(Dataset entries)
------------------------

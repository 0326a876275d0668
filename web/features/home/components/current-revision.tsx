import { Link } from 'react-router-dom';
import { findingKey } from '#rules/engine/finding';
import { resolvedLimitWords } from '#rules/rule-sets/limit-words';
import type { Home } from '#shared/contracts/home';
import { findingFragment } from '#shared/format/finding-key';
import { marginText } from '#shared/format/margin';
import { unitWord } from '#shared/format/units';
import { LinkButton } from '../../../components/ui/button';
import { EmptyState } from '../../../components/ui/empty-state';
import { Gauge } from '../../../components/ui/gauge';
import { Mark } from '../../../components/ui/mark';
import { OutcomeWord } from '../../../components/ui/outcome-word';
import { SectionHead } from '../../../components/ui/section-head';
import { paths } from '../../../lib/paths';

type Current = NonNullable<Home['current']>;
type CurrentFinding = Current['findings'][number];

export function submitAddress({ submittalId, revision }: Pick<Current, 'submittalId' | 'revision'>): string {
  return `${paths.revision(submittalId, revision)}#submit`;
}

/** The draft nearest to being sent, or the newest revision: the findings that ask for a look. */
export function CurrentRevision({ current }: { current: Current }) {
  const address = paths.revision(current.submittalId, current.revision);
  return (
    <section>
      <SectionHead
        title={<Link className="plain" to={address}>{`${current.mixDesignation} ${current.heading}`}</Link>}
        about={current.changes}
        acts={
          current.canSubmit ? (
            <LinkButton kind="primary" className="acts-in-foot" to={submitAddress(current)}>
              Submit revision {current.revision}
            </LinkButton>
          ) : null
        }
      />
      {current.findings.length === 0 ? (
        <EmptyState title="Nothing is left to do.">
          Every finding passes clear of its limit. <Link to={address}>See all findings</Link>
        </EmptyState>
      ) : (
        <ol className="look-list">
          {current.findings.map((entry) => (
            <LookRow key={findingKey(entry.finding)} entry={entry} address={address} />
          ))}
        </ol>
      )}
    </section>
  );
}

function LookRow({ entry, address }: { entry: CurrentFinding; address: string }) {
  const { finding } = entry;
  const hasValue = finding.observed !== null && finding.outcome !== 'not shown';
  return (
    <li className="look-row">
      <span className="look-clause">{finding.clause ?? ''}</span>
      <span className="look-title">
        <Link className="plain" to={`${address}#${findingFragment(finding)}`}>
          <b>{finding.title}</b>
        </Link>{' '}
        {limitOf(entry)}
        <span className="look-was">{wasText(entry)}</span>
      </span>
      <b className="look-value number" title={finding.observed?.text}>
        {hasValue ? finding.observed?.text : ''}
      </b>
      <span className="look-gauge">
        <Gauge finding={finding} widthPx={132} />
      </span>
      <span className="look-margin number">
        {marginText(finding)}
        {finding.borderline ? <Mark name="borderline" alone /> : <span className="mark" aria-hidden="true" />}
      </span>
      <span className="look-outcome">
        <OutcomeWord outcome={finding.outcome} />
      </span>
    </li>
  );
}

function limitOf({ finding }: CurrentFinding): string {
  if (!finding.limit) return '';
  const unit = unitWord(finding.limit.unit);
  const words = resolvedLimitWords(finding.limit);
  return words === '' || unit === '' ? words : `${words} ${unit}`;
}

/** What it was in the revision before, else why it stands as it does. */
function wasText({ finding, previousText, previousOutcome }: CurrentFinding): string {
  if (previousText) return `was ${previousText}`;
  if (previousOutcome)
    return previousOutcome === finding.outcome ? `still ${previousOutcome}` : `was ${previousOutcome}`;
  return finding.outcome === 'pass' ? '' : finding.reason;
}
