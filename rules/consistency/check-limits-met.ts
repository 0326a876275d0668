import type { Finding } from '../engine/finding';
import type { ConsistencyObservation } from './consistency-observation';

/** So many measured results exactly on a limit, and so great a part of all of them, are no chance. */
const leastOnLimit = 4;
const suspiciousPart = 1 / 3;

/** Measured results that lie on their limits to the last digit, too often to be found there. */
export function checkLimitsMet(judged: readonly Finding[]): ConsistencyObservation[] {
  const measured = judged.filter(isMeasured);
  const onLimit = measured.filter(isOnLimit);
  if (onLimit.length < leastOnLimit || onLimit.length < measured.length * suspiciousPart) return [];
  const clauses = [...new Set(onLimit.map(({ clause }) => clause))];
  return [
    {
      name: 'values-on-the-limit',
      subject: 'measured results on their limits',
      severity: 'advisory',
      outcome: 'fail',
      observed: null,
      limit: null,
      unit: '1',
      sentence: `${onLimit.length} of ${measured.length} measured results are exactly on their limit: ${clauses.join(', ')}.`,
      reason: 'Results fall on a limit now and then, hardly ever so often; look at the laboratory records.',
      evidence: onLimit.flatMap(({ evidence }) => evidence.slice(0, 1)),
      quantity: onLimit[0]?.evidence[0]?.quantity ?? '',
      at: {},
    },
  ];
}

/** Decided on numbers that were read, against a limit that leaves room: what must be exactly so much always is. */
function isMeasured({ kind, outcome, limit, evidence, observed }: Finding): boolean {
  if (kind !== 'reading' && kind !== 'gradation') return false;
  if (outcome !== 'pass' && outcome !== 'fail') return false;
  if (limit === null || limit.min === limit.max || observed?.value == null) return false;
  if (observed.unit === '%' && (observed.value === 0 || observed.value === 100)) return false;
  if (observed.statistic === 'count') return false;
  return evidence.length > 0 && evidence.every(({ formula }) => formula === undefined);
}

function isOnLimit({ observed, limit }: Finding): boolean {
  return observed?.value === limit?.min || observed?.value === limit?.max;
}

------------------------

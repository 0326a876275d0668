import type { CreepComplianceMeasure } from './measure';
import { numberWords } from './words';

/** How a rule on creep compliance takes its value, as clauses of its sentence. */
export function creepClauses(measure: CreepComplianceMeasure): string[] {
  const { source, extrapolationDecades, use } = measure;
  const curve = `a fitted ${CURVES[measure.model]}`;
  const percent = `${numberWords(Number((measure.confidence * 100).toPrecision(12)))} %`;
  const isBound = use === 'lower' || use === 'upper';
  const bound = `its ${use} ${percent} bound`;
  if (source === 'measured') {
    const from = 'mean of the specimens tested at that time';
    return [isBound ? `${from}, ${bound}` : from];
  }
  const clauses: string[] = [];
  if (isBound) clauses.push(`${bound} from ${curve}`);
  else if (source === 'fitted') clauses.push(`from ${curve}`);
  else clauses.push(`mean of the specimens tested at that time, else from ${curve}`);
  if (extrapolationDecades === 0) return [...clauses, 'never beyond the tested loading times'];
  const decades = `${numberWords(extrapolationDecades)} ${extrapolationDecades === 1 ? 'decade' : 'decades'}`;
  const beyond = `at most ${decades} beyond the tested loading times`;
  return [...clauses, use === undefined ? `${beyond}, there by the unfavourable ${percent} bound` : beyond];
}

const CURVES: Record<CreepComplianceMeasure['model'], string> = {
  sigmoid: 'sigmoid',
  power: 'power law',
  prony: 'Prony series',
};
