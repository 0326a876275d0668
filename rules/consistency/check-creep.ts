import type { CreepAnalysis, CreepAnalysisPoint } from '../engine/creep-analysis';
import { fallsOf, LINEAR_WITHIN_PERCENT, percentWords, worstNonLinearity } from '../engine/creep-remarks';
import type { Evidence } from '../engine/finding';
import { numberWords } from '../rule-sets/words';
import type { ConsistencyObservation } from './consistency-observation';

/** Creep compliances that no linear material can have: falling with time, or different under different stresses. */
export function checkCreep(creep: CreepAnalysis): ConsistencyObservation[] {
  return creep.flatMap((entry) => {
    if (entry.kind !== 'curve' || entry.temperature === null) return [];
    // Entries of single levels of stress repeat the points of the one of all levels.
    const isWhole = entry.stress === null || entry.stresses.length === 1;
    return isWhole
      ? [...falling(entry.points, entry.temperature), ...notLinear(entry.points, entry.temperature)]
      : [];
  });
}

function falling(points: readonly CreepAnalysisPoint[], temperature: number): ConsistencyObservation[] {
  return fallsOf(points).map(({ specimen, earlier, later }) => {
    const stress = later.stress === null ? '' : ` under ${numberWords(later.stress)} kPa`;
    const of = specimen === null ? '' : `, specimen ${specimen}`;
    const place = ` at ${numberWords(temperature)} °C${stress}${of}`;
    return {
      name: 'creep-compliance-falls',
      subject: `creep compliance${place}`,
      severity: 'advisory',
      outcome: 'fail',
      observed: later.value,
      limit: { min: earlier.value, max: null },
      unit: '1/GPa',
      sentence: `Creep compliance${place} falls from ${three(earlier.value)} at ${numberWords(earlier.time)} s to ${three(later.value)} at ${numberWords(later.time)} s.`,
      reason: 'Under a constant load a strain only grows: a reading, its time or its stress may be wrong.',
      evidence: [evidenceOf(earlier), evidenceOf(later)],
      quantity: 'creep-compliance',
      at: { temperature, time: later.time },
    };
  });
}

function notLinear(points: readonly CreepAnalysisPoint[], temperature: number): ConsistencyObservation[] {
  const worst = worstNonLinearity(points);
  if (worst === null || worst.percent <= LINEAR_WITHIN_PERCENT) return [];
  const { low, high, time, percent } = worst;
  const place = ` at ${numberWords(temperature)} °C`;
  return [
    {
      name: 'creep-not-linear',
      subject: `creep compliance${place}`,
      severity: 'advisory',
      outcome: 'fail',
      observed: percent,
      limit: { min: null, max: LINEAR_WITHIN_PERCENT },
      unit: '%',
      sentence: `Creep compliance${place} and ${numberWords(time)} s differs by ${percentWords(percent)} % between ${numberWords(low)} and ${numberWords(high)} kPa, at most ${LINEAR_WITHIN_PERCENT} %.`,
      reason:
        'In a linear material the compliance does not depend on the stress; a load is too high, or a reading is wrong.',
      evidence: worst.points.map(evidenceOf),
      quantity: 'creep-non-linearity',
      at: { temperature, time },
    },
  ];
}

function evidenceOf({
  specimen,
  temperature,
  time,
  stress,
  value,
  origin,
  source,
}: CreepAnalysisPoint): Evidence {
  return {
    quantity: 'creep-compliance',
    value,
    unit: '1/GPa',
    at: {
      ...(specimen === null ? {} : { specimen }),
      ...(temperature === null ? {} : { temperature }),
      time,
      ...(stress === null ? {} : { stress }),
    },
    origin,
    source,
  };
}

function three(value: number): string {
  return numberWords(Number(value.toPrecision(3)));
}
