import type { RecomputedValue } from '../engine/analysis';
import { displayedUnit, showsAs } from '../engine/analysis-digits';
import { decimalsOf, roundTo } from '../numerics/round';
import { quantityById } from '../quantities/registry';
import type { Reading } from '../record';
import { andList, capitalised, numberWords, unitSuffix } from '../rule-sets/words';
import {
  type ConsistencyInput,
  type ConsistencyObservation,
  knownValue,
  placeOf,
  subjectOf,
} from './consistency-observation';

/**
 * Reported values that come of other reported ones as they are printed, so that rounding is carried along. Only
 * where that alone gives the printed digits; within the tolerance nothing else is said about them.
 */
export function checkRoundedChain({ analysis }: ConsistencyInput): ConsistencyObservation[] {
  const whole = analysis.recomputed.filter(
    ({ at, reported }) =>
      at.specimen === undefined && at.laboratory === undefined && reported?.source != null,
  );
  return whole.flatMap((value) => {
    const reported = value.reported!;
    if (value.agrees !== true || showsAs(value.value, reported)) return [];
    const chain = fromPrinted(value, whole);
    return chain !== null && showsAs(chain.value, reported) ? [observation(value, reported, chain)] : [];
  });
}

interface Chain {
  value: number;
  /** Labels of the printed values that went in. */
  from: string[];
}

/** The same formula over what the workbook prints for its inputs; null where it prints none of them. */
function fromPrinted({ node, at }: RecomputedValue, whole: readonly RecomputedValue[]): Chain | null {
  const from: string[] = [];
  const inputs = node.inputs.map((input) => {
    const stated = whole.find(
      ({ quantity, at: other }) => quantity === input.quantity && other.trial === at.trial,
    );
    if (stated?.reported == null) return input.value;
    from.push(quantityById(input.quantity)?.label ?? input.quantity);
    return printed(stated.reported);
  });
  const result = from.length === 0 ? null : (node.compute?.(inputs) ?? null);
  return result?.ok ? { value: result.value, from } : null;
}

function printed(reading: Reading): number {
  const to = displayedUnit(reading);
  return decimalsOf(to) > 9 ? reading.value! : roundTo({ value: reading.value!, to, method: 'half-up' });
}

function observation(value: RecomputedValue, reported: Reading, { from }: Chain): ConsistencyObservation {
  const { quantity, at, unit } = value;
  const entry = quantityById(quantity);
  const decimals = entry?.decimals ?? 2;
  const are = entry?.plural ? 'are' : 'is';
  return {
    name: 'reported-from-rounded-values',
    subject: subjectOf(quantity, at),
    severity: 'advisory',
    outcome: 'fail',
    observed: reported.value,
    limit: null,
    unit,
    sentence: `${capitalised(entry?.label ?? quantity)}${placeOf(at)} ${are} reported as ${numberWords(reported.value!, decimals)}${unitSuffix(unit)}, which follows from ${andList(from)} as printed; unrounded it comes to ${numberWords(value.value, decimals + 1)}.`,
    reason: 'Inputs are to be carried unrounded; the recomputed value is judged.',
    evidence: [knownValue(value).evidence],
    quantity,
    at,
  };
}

------------------------

§ **EXERCISE GOAL**
Wherever the string "percentWords" appears in the entries above, list that line.

§ **EXERCISE RESPONSE**
import { fallsOf, LINEAR_WITHIN_PERCENT, percentWords, worstNonLinearity } from '../engine/creep-remarks';
      sentence: `Creep compliance${place} and ${numberWords(time)} s differs by ${percentWords(percent)} % between ${numberWords(low)} and ${numberWords(high)} kPa, at most ${LINEAR_WITHIN_PERCENT} %.`,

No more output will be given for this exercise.